[Saved data entries]
========================================
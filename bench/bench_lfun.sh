#!/usr/bin/env bash
# Times the large-n main terms of the half-integral weights against PARI/GP in the
# same run (issue targets: `main c6 --at 10^12 --digits 30` under a second; weight
# 3/2 exact at 10^12). Run on purpose, on a quiet machine:
#   bench/bench_lfun.sh [BUILD_DIR]            (default: build)
# PARI/GP: lfun(lfuncreate(d), 2) at realprecision 40 for the same character
# (d = 72000000000105 is the character of c6 at n = 10^12, `main c6 --explain`),
# and qfbhclassno(32n + 20)/2 for c4. Weight 7/2 and 9/2 (theta route, exact):
# c8 at n = 10^9, 10^10, 10^11 and c10 at 10^10 against lfun(lfuncreate(d), k) at
# realprecision 45 for the characters `main --explain` prints. Each line: wall and user seconds.
set -euo pipefail
here="$(cd "$(dirname "${BASH_SOURCE[0]}")/.." && pwd)"
build="${1:-$here/build}"
circlet="$build/circlet"
work="$(mktemp -d)"
trap 'rm -rf "$work"' EXIT
echo "# $(date -u +%Y-%m-%dT%H:%M:%SZ) $(nproc) cores, load average: $(cut -d' ' -f1-3 /proc/loadavg)"

measure() {
  local label="$1"; shift
  /usr/bin/time -f "%e %U" -o "$work/time" "$@" >"$work/out" 2>"$work/err"
  read -r wall user <"$work/time"
  printf "%-52s wall %8.2f s   user %8.2f s\n" "$label" "$wall" "$user"
  echo "$wall" >"$work/last_wall"
}

measure "circlet main c6 --at 10^12 --digits 30" "$circlet" main c6 --at 1000000000000 --digits 30
ours=$(cat "$work/last_wall")
grep -q "exact rational" "$work/out" || { echo "c6 at 10^12 not exact"; exit 1; }
measure "circlet main c6 --at 10^10 --digits 30" "$circlet" main c6 --at 10000000000 --digits 30
measure "circlet main c4 --at 10^12" "$circlet" main c4 --at 1000000000000
measure "circlet main sc7 --at 10^12" "$circlet" main sc7 --at 1000000000000
measure "circlet main c4 --at 10^14" "$circlet" main c4 --at 100000000000000

theta=()
for spec in "c8 1000000000 -32000000084 3" "c8 10000000000 -320000000084 3" "c8 100000000000 -3200000000084 3" \
            "c10 10000000000 80000000033 4"; do
  read -r fam n d k <<<"$spec"
  measure "circlet main $fam --at $n (theta route)" "$circlet" main "$fam" --at "$n" --explain
  grep -q "exact rational" "$work/out" || { echo "$fam at $n not exact"; exit 1; }
  grep -q "Kronecker symbol ($d/.)" "$work/out" || { echo "$fam at $n: character is not ($d/.)"; exit 1; }
  theta+=("$(cat "$work/last_wall") $d $k")
done

if command -v gp >/dev/null 2>&1; then
  for entry in "${theta[@]}"; do
    read -r t d k <<<"$entry"
    printf 'default(realprecision,45);\nprint(lfun(lfuncreate(%s),%s));\n' "$d" "$k" >"$work/t.gp"
    measure "gp: lfun(lfuncreate($d), $k), 45 digits" gp -q "$work/t.gp"
    awk -v a="$t" -v b="$(cat "$work/last_wall")" 'BEGIN { printf "ratio circlet (exact) / PARI lfun (45 digits): %.1f\n", a / b }'
  done
  printf 'default(realprecision,40);\nprint(lfun(lfuncreate(72000000000105),2));\n' >"$work/l.gp"
  measure "gp: lfun(lfuncreate(72000000000105), 2), 40 digits" gp -q "$work/l.gp"
  pari=$(cat "$work/last_wall")
  awk -v a="$ours" -v b="$pari" 'BEGIN { printf "ratio PARI lfun / circlet main c6 --at 10^12: %.1f\n", b / a }'
  printf 'n=10^12;\nprint(qfbhclassno(32*n+20)/2);\n' >"$work/h.gp"
  measure "gp: qfbhclassno(32*10^12+20)/2" gp -q "$work/h.gp"
else
  echo "gp not on PATH: no PARI/GP comparison"
fi
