def check_provenance(p, rel_text):
    if not isinstance(p, dict):
        raise Reject("/provenance", "not an object")
    for k in sorted(set(p) | PROV_KEYS):
        if k not in p:
            raise Reject("/provenance", "missing key %r" % k)
        if k not in PROV_KEYS:
            raise Reject("/provenance", "unknown key %r" % k)
        if not isinstance(p[k], str):
            raise Reject("/provenance/" + k, "not a string")
    if p["program"] != "circlet":
        raise Reject("/provenance/program", "not 'circlet'")
    if p["version"] not in VERSIONS:
        raise Reject("/provenance/version", "not one of %s" % (VERSIONS,))
    if not valid_date(p["date"]):
        raise Reject("/provenance/date", "not a valid UTC date YYYY-MM-DDTHH:MM:SSZ")
    try:
        argv = shlex.split(p["command"])
    except ValueError as e:
        raise Reject("/provenance/command", "not a shell command line: %s" % e)
    if len(argv) < 2 or argv[0] != "circlet" or argv[1] not in ("prove", "congruences"):
        raise Reject("/provenance/command", "neither 'circlet prove' nor 'circlet congruences'")
    opts, pos, i = {}, [], 2
    while i < len(argv):
        a = argv[i]
        name, eq, val = a.partition("=")
        if name.startswith("-"):
            name = "-o" if name == "--output" else name
            if name in opts:
                raise Reject("/provenance/command", "%s given twice" % name)
            if not eq:
                if i + 1 >= len(argv):
                    raise Reject("/provenance/command", "%s without a value" % name)
                i, val = i + 1, argv[i + 1]
            opts[name] = val
        else:
            pos.append(a)
        i += 1
    try:
        rel = parse_relation(rel_text)
    except (ValueError, IndexError) as e:
        raise Reject("/relation", "does not parse: %s" % e)
    if argv[1] == "congruences":
        # t, A and the prime of the modulus within the command's ranges (defaults 2..12, 50, 13)
        if pos or set(opts) - {"--t", "--amax", "--lmax", "--kmax", "--test-n", "-o"} or "-o" not in opts:
            raise Reject("/provenance/command", "not a congruences command: options --t --amax --lmax --kmax --test-n, one -o")
        m = re.fullmatch(r"([0-9]+)(?:\.\.([0-9]+))?", opts.get("--t", "2..12"))
        if not m or not all(re.fullmatch("[0-9]+", opts.get(k, "1")) for k in ("--amax", "--lmax")):
            raise Reject("/provenance/command", "a range or number of the command does not parse")
        tlo, thi = int(m.group(1)), int(m.group(2) or m.group(1))
        if len(rel.terms) != 1 or rel.restricted:
            raise Reject("/provenance/command", "circlet congruences writes one-term relations only")
        t, A = rel.terms[0].t, rel.terms[0].A
        if not tlo <= t <= thi:
            raise Reject("/provenance/command", "t outside the command's --t")
        if A > int(opts.get("--amax", "50")):
            raise Reject("/provenance/command", "A exceeds the command's --amax")
        M = rel.modulus
        if M and not any(M % q == 0 for q in range(2, int(opts.get("--lmax", "13")) + 1)):
            raise Reject("/provenance/command", "the prime of the modulus exceeds the command's --lmax")
        return MAX_M_CONGRUENCES
    if set(opts) - {"-o"} or len(pos) != 1:
        raise Reject("/provenance/command", "circlet prove takes one relation and at most one -o FILE")
    try:
        given = relation_text(parse_relation(pos[0]))
    except (ValueError, IndexError) as e:
        raise Reject("/provenance/command", "the quoted relation does not parse: %s" % e)
    if given != rel_text:
        raise Reject("/provenance/command", "the quoted relation is not the certificate's relation")
    return MAX_M_PROVE
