#!/usr/bin/env bash
# Times main-term tables and remainders (issue targets: remainder linear in the
# rows, 10^5 rows of a half-integral family in seconds). Run on purpose:
#   bench/bench_tables.sh [BUILD_DIR]          (default: build)
# Each line: wall and user seconds (user counts both threads).
set -euo pipefail
here="$(cd "$(dirname "${BASH_SOURCE[0]}")/.." && pwd)"
build="${1:-$here/build}"
circlet="$build/circlet"
work="$(mktemp -d)"
trap 'rm -rf "$work"' EXIT
echo "# $(date -u +%Y-%m-%dT%H:%M:%SZ) $(nproc) cores, load average: $(cut -d' ' -f1-3 /proc/loadavg)"
measure() {
  local label="$1"; shift
  /usr/bin/time -f "%e %U" -o "$work/time" "$@" >"$work/out" 2>"$work/err"
  read -r wall user <"$work/time"
  printf "%-48s wall %8.2f s   user %8.2f s\n" "$label" "$wall" "$user"
}
measure "circlet main c6 --to 100000 (exact rows)"     "$circlet" main c6 --to 100000 -o "$work/a.csv"
measure "circlet main c10 --to 20000"                  "$circlet" main c10 --to 20000 -o "$work/b.csv"
measure "circlet remainder c10 --to 2000"              "$circlet" remainder c10 --to 2000 -q -o "$work/c.csv"
measure "circlet remainder c10 --to 20000"             "$circlet" remainder c10 --to 20000 -q -o "$work/d.csv"
measure "circlet remainder c6 --to 100000 (w = 5/2)"   "$circlet" remainder c6 --to 100000 -q -o "$work/e.csv"
measure "circlet remainder c4 --to 100000 (w = 3/2)"   "$circlet" remainder c4 --to 100000 -q -o "$work/f.csv"
grep -c "+/-" "$work/a.csv" >/dev/null && echo "note: main c6 table has ball rows" || echo "main c6 table: every row exact"
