// Benchmark of the exact series engine: wall time of each stage for
//   bench_count FAMILY N [threads]
// (plan = bound and primes, series = residues mod the FFT primes, crt, text =
// decimal CSV text in memory). bench/count_vs_pari.sh runs it against PARI/GP.
#include <chrono>
#include <cstdio>
#include <cstdlib>
#include <string>

#include "family/family.hpp"
#include "series/eta_series.hpp"

using namespace circlet;
using Clock = std::chrono::steady_clock;

static double seconds_since(Clock::time_point t) {
  return std::chrono::duration<double>(Clock::now() - t).count();
}

int main(int argc, char** argv) {
  if (argc < 3) {
    std::fprintf(stderr, "usage: bench_count FAMILY N [threads]\n");
    return 2;
  }
  const Family family = Family::parse(argv[1]);
  const long N = std::atol(argv[2]);
  const int threads = argc > 3 ? std::atoi(argv[3]) : 2;
  auto t0 = Clock::now();
  SeriesPlan plan = plan_family_series(family, N, threads);
  check_resources(plan);
  const double t_plan = seconds_since(t0);
  double t_series = 0;
  auto t1 = Clock::now();
  IntegerSeries s = compute_series(plan, [&](const std::string& stage, double) {
    if ((stage == "CRT" || stage == "done") && t_series == 0) t_series = seconds_since(t1);
  });
  const double t_total = seconds_since(t1);
  auto t2 = Clock::now();
  std::string text;
  text.reserve(static_cast<size_t>(N) * 12);
  for (long n = 0; n <= N; ++n) {
    text += std::to_string(n);
    text += ',';
    append_decimal(text, s.at(n));
    text += '\n';
  }
  const double t_text = seconds_since(t2);
  std::printf("%s N=%ld primes=%zu bound_bits=%ld threads=%d plan=%.3fs series=%.3fs crt=%.3fs text=%.3fs "
              "total=%.3fs est_mem=%.0fMB last=%s\n",
              family.name().c_str(), N, plan.primes.size(), static_cast<long>(fmpz_bits(plan.bound.bound.get())),
              threads, t_plan, t_series, t_total - t_series, t_text, t_plan + t_total + t_text,
              plan.memory_bytes / 1e6, s.value(N).str().substr(0, 30).c_str());
  return 0;
}
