// Benchmarks for src/mainterm/ (issue 3 targets). Not a test: prints figures.
//   bench_mainterm [single|table9|half|table6|all] [rows]
#include <chrono>
#include <cmath>
#include <cstdio>
#include <cstring>
#include <string>
#include <vector>

#include "mainterm/main_term.hpp"
#include "mainterm/main_term_batch.hpp"
#include "quadratic/model.hpp"
#include "series/eta_series.hpp"

using namespace circlet;
using Clock = std::chrono::steady_clock;

static double secs(Clock::time_point a) { return std::chrono::duration<double>(Clock::now() - a).count(); }

static void bench_single_integral() {
  std::printf("== integral weight: exact M(n), single n (target < 5 ms)\n");
  for (const char* name : {"c5", "c9", "c13", "sc9", "sq8", "c25"}) {
    QuadraticModel m = quadratic_model(Family::parse(name));
    for (const char* ns : {"1000000", "1000000000000", "999999999999999989", "1000000000000000000"}) {
      Fmpz n = Fmpz::from_str(ns);
      MainTermOptions o;
      o.with_parts = false;
      auto t0 = Clock::now();
      int reps = 20;
      size_t len = 0;
      for (int i = 0; i < reps; ++i) {
        Fmpz nn;
        fmpz_add_ui(nn.get(), n.get(), i);
        MainTerm t = main_term(m, nn, 64, o);
        len = t.exact->str().size();
      }
      std::printf("  %-4s n=%-20s %8.3f ms/term  (%zu chars of exact rational)\n", name, ns, 1e3 * secs(t0) / reps, len);
    }
  }
}

static void bench_table9(long rows) {
  std::printf("== c9 table n = 0..%ld: count, exact main, remainder (target 10^6 rows < 30 s)\n", rows - 1);
  Family f = Family::parse("c9");
  QuadraticModel m = quadratic_model(f);
  auto t0 = Clock::now();
  IntegerSeries s = family_series(f, rows - 1);
  double ts = secs(t0);
  auto t1 = Clock::now();
  MainTermOptions o;
  o.with_parts = false;
  Fmpq rem;
  for (long n = 0; n < rows; ++n) {
    MainTerm t = main_term(m, Fmpz(n), 64, o);
    Fmpq c(s.value(n));
    fmpq_sub(rem.get(), c.get(), t.exact->get());
  }
  double tm = secs(t1);
  std::printf("  series %.2f s, main terms + remainders %.2f s, total %.2f s\n", ts, tm, ts + tm);
}

static void bench_half() {
  std::printf("== half-integral weight: single n, relative radius <= 1e-10 (target < 100 ms)\n");
  for (const char* name : {"c6", "sq5", "c8", "sq7", "sc15", "c10"}) {
    QuadraticModel m = quadratic_model(Family::parse(name));
    for (const char* ns : {"1000003", "1000000007", "1000000000039", "999999999989"}) {
      Fmpz n = Fmpz::from_str(ns);
      MainTermOptions o;
      o.with_parts = false;
      o.max_exact_conductor = 100000;
      auto t0 = Clock::now();
      CertifiedMainTerm c = main_term_certified(m, n, 10, 512, o);
      double t = secs(t0);
      Arb r;
      double relrad = 0;
      if (!c.term.exact) {
        mag_t rm;
        mag_init(rm);
        arb_get_mag(rm, c.term.ball);
        relrad = mag_get_d(arb_radref(c.term.ball.get())) / mag_get_d(rm);
        mag_clear(rm);
      }
      std::printf("  %-4s n=%-14s %9.1f ms  %s  rel.radius %.2e  certified(10 digits)=%s\n", name, ns, 1e3 * t,
                  c.term.exact ? "exact" : "ball ", relrad, c.certified ? "yes" : "no");
    }
  }
}

static void bench_table6(long rows) {
  std::printf("== c6 table n = 0..%ld, relative radius <= 1e-6 (target 10^6 rows < 60 s)\n", rows - 1);
  QuadraticModel m = quadratic_model(Family::parse("c6"));
  ulong P = main_term_batch_prime_bound(m.rank, 20);  // 2^{-20} < 1e-6
  auto t0 = Clock::now();
  std::vector<Arb> v = main_term_batch(m, 0, 1, rows, P, 64);
  double t = secs(t0);
  double worst = 0;
  for (const Arb& b : v) {
    if (arb_is_exact(b)) continue;
    mag_t rm;
    mag_init(rm);
    arb_get_mag_lower(rm, b);
    worst = std::max(worst, mag_get_d(arb_radref(b.get())) / mag_get_d(rm));
    mag_clear(rm);
  }
  std::printf("  batched Euler product to P = %lu: %ld rows in %.2f s (%.3f ms/row), worst relative radius %.2e\n",
              P, rows, t, 1e3 * t / rows, worst);
  // with the exact counts and remainders, as `circlet main c6 --to N` does
  auto t1 = Clock::now();
  IntegerSeries s = family_series(Family::parse("c6"), rows - 1);
  Arb rem;
  for (long n = 0; n < rows; ++n) {
    arb_set_fmpz(rem, s.at(n));
    arb_sub(rem, rem, v[n], 64);
  }
  std::printf("  + series and remainders %.2f s\n", secs(t1));
}

int main(int argc, char** argv) {
  std::string what = argc > 1 ? argv[1] : "all";
  long rows = argc > 2 ? std::atol(argv[2]) : 0;
  if (what == "single" || what == "all") bench_single_integral();
  if (what == "table9" || what == "all") bench_table9(rows ? rows : 1000000);
  if (what == "half" || what == "all") bench_half();
  if (what == "table6" || what == "all") bench_table6(rows ? rows : 1000000);
  return 0;
}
========================================
Output the line containing "arb_set_fmpz(rem, s.at(n));" together with all later lines of the entries, exactly as written, through the final line.

    arb_set_fmpz(rem, s.at(n));
    arb_sub(rem, rem, v[n], 64);
  }
  std::printf("  + series and remainders %.2f s\n", secs(t1));
}

int main(int argc, char** argv) {
  std::string what = argc > 1 ? argv[1] : "all";
  long rows = argc > 2 ? std::atol(argv[2]) : 0;
  if (what == "single" || what == "all") bench_single_integral();
  if (what == "table9" || what == "all") bench_table9(rows ? rows : 1000000);
  if (what == "half" || what == "all") bench_half();
  if (what == "table6" || what == "all") bench_table6(rows ? rows : 1000000);
  return 0;
}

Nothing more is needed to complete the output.